The line dates back to 1936, a time when nationalist China was fearful of both Japanese and French expansion on its periphery and pre-emptively claimed 80 percent of the South China Sea as a buffer zone, along with 159 islands and islets. The line was a statement of intent rather than of fact, since China did not possess the naval capacity to enforce its claims to either the islands or the surrounding waters. In 1974, it carried out its first territorial seizure when it wrested the Crescent Group of the Paracel Islands from Vietnam, having already occupied the nearby Amphitrite Group unopposed. Beijing had picked its moment well: Knowing that South Vietnam was preoccupied with its civil war against the North, and that the United States was keen to balance against a revival of Soviet power in Southeast Asia following the anticipated North Vietnamese victory, it calculated the risk was minimal.

Between 1974 and the next outbreak of fighting in 1988, the international legal environment changed fundamentally. The 1982 United Nations Convention on the Law of the Sea (UNCLOS) explicitly set a standard regarding the rights of coastal states. Islands capable of sustaining human habitation were entitled to 12 nautical miles of territorial waters plus 200 nautical miles of Exclusive Economic Zone (EEZ), where the state which claimed physical possession of the island would have access to marine resources in the water and under the sea-bed. Rocks that lay above water at high tide received 12 nautical miles but no EEZ. Low-tide elevations which were mostly submerged received no privileges other than a 500-meter safety zone.

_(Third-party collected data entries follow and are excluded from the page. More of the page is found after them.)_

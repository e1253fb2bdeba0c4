// libFuzzer target: the FHIR R4 NDJSON reader (input/fhir_reader.h). The input is one NDJSON
// file of MedicationDispense, Patient and Medication resources.
//
// Invariants:
// - nothing is lost: every physical line is either a blank line or exactly one item
//   (a dispense, a patient or a rejection), on its own line number, lines going forward;
// - the same holds with a small line limit, which only turns lines into too_long rejections;
// - a rejection names `FILE:LINE: ` and a reason; a dispense has a patient (a FHIR id
//   from a literal reference) or a subject to resolve (an identifier value, a urn:uuid),
//   a product or a Medication id to look up, a real date, a finite quantity above zero, a
//   days supply above zero, a status of the value set, and a finite non-negative
//   structured dose; a patient has a FHIR id and a known sex; a Medication has a FHIR id
//   and a product.
#include <cmath>
#include <cstddef>
#include <cstdint>
#include <sstream>
#include <string>
#include <string_view>

#include "fuzz/fuzz_check.h"
#include "medload/input/fhir_reader.h"

namespace medload {
namespace {

const std::string kFile = "fuzz.ndjson";

size_t PhysicalLines(std::string_view input) {
  if (input.empty()) return 0;
  size_t lines = 0;
  for (char c : input) lines += c == '\n' ? 1 : 0;
  return input.back() == '\n' ? lines : lines + 1;
}

bool KnownStatus(std::string_view status) {
  for (std::string_view code : MedicationDispenseStatuses()) {
    if (code == status) return true;
  }
  return false;
}

// 1 to 64 of [A-Za-z0-9-.], not "." or ".." (FHIR R4 id, as the reader reads it).
bool LooksLikeFhirId(std::string_view id) {
  if (id.empty() || id.size() > 64 || id == "." || id == "..") return false;
  for (char c : id) {
    const bool ok = (c >= 'A' && c <= 'Z') || (c >= 'a' && c <= 'z') || (c >= '0' && c <= '9') ||
                    c == '-' || c == '.';
    if (!ok) return false;
  }
  return true;
}

void CheckDispense(const FhirItem& item) {
  const DispensingRecord& record = item.dispense;
  if (item.subject.form == SubjectForm::kLiteral) {
    FuzzCheck(LooksLikeFhirId(record.patient_id), "a literal subject is a FHIR id");
  } else {
    FuzzCheck(record.patient_id.empty() && !item.subject.value.empty(),
              "an identifier or urn subject is left to the importer, never taken as the patient id");
    FuzzCheck(item.subject.form != SubjectForm::kUrn || StartsWith(item.subject.value, "urn:uuid:"),
              "a urn subject is a urn:uuid");
  }
  FuzzCheck(record.record_id.empty() || LooksLikeFhirId(record.record_id), "a record id is a FHIR id");
  FuzzCheck(!record.product.empty() || !item.medication_reference.empty(),
            "a dispense has a product, or a Medication to look up");
  FuzzCheck(item.medication_reference.empty() || LooksLikeFhirId(item.medication_reference),
            "a Medication reference is a FHIR id");
  FuzzCheck(std::isfinite(record.quantity) && record.quantity > 0, "quantity is finite and above 0");
  FuzzCheck(!record.days_supply || *record.days_supply > 0, "days supply is above 0");
  FuzzCheck(IsValidCivil(record.dispensed_on.year(), record.dispensed_on.month(),
                         record.dispensed_on.day()),
            "the dispensing date is a real date");
  FuzzCheck(KnownStatus(record.status), "the status is a FHIR MedicationDispense status");
  FuzzCheck(!record.structured_units_per_day || (std::isfinite(*record.structured_units_per_day) &&
                                                 *record.structured_units_per_day >= 0),
            "a structured dose is finite and not negative");
}

void CheckPatient(const PatientRecord& record) {
  FuzzCheck(LooksLikeFhirId(record.patient_id), "a patient has a FHIR id");
  FuzzCheck(record.sex.empty() || record.sex == "female" || record.sex == "male" ||
                record.sex == "other" || record.sex == "unknown",
            "sex is one of the four words");
}

// Reads everything; returns the number of items and checks each.
size_t ReadAll(std::string_view input, size_t max_line_bytes, size_t& too_long) {
  std::istringstream in{std::string(input)};
  FhirReader reader(in, kFile, max_line_bytes);
  FhirItem item;
  size_t items = 0;
  size_t previous = 0;
  too_long = 0;
  while (reader.Next(item)) {
    ++items;
    FuzzCheck(item.line > previous, "lines go forward");
    previous = item.line;
    FuzzCheck(item.text.size() <= max_line_bytes, "text is cut at the line limit");
    switch (item.kind) {
      case FhirItemKind::kDispense: CheckDispense(item); break;
      case FhirItemKind::kPatient: CheckPatient(item.patient); break;
      case FhirItemKind::kMedication:
        FuzzCheck(LooksLikeFhirId(item.medication.id) && !item.medication.product.empty(),
                  "a Medication has a FHIR id and a product");
        break;
      case FhirItemKind::kRejected:
        FuzzCheck(!item.fault.reason.empty(), "a rejection has a reason");
        FuzzCheck(StartsWith(item.fault.message, kFile + ":" + std::to_string(item.line) + ": "),
                  "a rejection message starts FILE:LINE:");
        too_long += item.fault.reason == "too_long" ? 1 : 0;
        break;
    }
  }
  FuzzCheck(!reader.read_failed(), "a string stream never fails to read");
  FuzzCheck(items + reader.blank_lines() == PhysicalLines(input),
            "nothing lost: lines = items + blank lines");
  return items;
}

}  // namespace
}  // namespace medload

extern "C" int LLVMFuzzerTestOneInput(const uint8_t* data, size_t size) {
  using namespace medload;
  const std::string_view input(reinterpret_cast<const char*>(data), size);
  size_t too_long = 0;
  const size_t items = ReadAll(input, 1024 * 1024, too_long);
  FuzzCheck(too_long == 0 || size > 1024 * 1024, "no line is too long under the default limit");
  size_t small_too_long = 0;
  const size_t small_items = ReadAll(input, 64, small_too_long);
  FuzzCheck(small_items >= items, "a line limit loses no line");
  return 0;
}
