export type SaveState = 'saved' | 'saving' | 'unsaved' | 'offline' | 'conflict' | 'error'
/** Which film of the reading: the image, or the paired (extension) image of a motion pair. */
export type FilmSide = 'primary' | 'paired'
export type PointMap = Record<string, PixelPoint>

/** A reading opened from a re-reading assignment: what the blinded workspace shows instead. */
export interface BlindContext {
  assignmentId: number
  blindCode: string
  roundName: string
  /** False: no results, on the panel or the film, until the reading is submitted. */
  showResultsBeforeSubmit: boolean
}

interface Snapshot {
  points: PointMap
  pairedPoints: PointMap
  accepted: SuggestionAcceptance
  pairedAccepted: SuggestionAcceptance
}

/** A corner the image suggests for a placed landmark, waiting for the rater's Enter or Escape. */
export interface PendingSuggestion {
  name: string
  side: FilmSide
  /** Where the rater put the landmark (the suggestion stands only while it is still there). */
  from: PixelPoint
  /** The suggested corner, image px. */
  at: PixelPoint
}

/** Quiet time after the last edit before a draft is sent. */
export const AUTOSAVE_DELAY_MS = 800
/** Waits between retries while the server cannot be reached; the last one repeats. */
export const RETRY_DELAYS_MS = [1000, 2000, 4000, 8000, 15000, 30000] as const

const RETRYABLE_STATUSES = new Set([0, 502, 503, 504])

function copyPoints(points: PointMap): PointMap {
  const copy: PointMap = {}
  for (const [name, [x, y]] of Object.entries(points)) copy[name] = [x, y]
  return copy
}

function samePoints(a: PointMap, b: PointMap): boolean {
  const names = Object.keys(a)
  if (names.length !== Object.keys(b).length) return false
  return names.every((name) => {
    const other = b[name]
    const mine = a[name] as PixelPoint
    return other !== undefined && other[0] === mine[0] && other[1] === mine[1]
  })
}

function sameAcceptance(a: SuggestionAcceptance, b: SuggestionAcceptance): boolean {
  const names = Object.keys(a)
  return names.length === Object.keys(b).length && names.every((name) => a[name] === b[name])
}

function messageOf(caught: unknown): string {
  return caught instanceof Error ? caught.message : String(caught)
}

Reclaimed islands built on low tide elevations (this includes all the islands recently constructed in the Spratlys by China) were only entitled to this same 500-meter safety zone.

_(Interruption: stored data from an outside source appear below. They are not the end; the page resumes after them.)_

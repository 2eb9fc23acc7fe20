/**
 * The measures a re-reading round's reliability is reported for, and where each sits in a
 * reading's results. Pure functions over the engine's MeasurementResult.
 */
import { MOTION_SEGMENTS, type MotionSegment } from '../types/domain'
import type { MeasurementResult, MeyerdingGrade, SegmentMeasurement } from '../types/measurement'
import type { RoundTemplate, RoundTemplateOptions } from '../types/rounds'

export interface RoundMeasure {
  key: string
  label: string
  unit: string
  /** The value in `unit`, or null when the reading could not compute it. */
  valueOf: (result: MeasurementResult) => number | null
}

/** Meyerding grades in scale order (Meyerding 1932); 0 stands for no forward slip. */
export const MEYERDING_CATEGORIES = [0, 1, 2, 3, 4, 5] as const

const GRADE_NUMBER: Record<MeyerdingGrade, number> = { I: 1, II: 2, III: 3, IV: 4, V: 5 }

/** The grade of a segment as a number on the scale 0–5 (0: no anterolisthesis), or null. */
export function meyerdingCategory(
  result: MeasurementResult,
  segment: MotionSegment,
): number | null {
  const measured = result.segments[segment]
  if (!measured || measured.slipPercent === null) return null
  if (measured.meyerdingGrade === null) return 0
  return GRADE_NUMBER[measured.meyerdingGrade]
}

function segmentMeasures(segment: MotionSegment): RoundMeasure[] {
  const of =
    (pick: (measured: SegmentMeasurement) => number | null | undefined) =>
    (result: MeasurementResult) => {
      const measured = result.segments[segment]
      return measured ? (pick(measured) ?? null) : null
    }
  const measures: RoundMeasure[] = [
    {
      key: `${segment}.slipPercent`,
      label: `${segment} slip`,
      unit: '%',
      valueOf: of((m) => m.slipPercent),
    },
    {
      key: `${segment}.segmentalLordosisDeg`,
      label: `${segment} segmental lordosis`,
      unit: '°',
      valueOf: of((m) => m.segmentalLordosisDeg),
    },
    {
      key: `${segment}.discHeightAnteriorMm`,
      label: `${segment} anterior disc height`,
      unit: 'mm',
      valueOf: of((m) => m.discHeightMm?.anterior),
    },
    {
      key: `${segment}.discHeightMiddleMm`,
      label: `${segment} middle disc height`,
      unit: 'mm',
      valueOf: of((m) => m.discHeightMm?.middle),
    },
    {
      key: `${segment}.discHeightPosteriorMm`,
      label: `${segment} posterior disc height`,
      unit: 'mm',
      valueOf: of((m) => m.discHeightMm?.posterior),
    },
  ]
  // Boxall's slip angle is defined at the lumbosacral segment only.
  if (segment === 'L5-S1') {
    measures.splice(1, 0, {
      key: `${segment}.slipAngleDeg`,
      label: `${segment} slip angle`,
      unit: '°',
      valueOf: of((m) => m.slipAngleDeg),
    })
  }
  return measures
}

const SPINOPELVIC: RoundMeasure[] = [
  {
    key: 'L1-S1.lordosisDeg',
    label: 'L1–S1 lordosis',
    unit: '°',
    valueOf: (result) => result.lumbarLordosisDeg,
  },
  {
    key: 'PI',
    label: 'Pelvic incidence',
    unit: '°',
    valueOf: (r) => r.pelvis?.incidenceDeg ?? null,
  },
  { key: 'PT', label: 'Pelvic tilt', unit: '°', valueOf: (r) => r.pelvis?.tiltDeg ?? null },
  { key: 'SS', label: 'Sacral slope', unit: '°', valueOf: (r) => r.pelvis?.sacralSlopeDeg ?? null },
]

/** The segments a round's template reads. */
export function roundSegments(
  template: RoundTemplate,
  options: RoundTemplateOptions,
): MotionSegment[] {
  return template === 'slip-grade' ? [options.segment ?? 'L5-S1'] : [...MOTION_SEGMENTS]
}

/** Every continuous measure of a round's template, segments first (cranial to caudal). */
export function roundMeasures(
  template: RoundTemplate,
  options: RoundTemplateOptions,
): RoundMeasure[] {
  const segments = roundSegments(template, options).flatMap(segmentMeasures)
  return template === 'slip-grade' ? segments : [...segments, ...SPINOPELVIC]
}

Under these rules, which China ratified in 1996, the historical rights derived from Beijing’s adoption of the ‘nine-dash line’ would be overridden by a common set of norms that govern every UNCLOS signatory. Yet, China has persisted with its expansive claims, making them official in a map submitted to the United Nations Commission on the Limits of the Continental Shelf in 2009. Furthermore, it is interfering with the ability of marine traffic to come within close proximity of the seven artificial islands that it has constructed on low tide elevations in the Spratlys. While not explicitly claiming that the islands have generated new territorial waters or that the whole of the South China Sea within the nine dash line is China’s EEZ, Beijing repeatedly asserts that it has ‘indisputable sovereignty’ over the Sea. A major cause of concern for China’s neighbors and the United States is the combination of extent and vagueness inherent in this claim. Together with the growth of the Chinese shipping industry – ship construction has increased 13-fold in the last decade – Beijing can use the nine dash line to redraw international boundaries unilaterally. It had already seized Johnson Reef in 1988 after a battle with Vietnamese forces (another well-timed offensive, planned for a moment when Vietnam was diplomatically isolated) and in 1995, surreptitiously moved onto Mischief Reef near the Philippines.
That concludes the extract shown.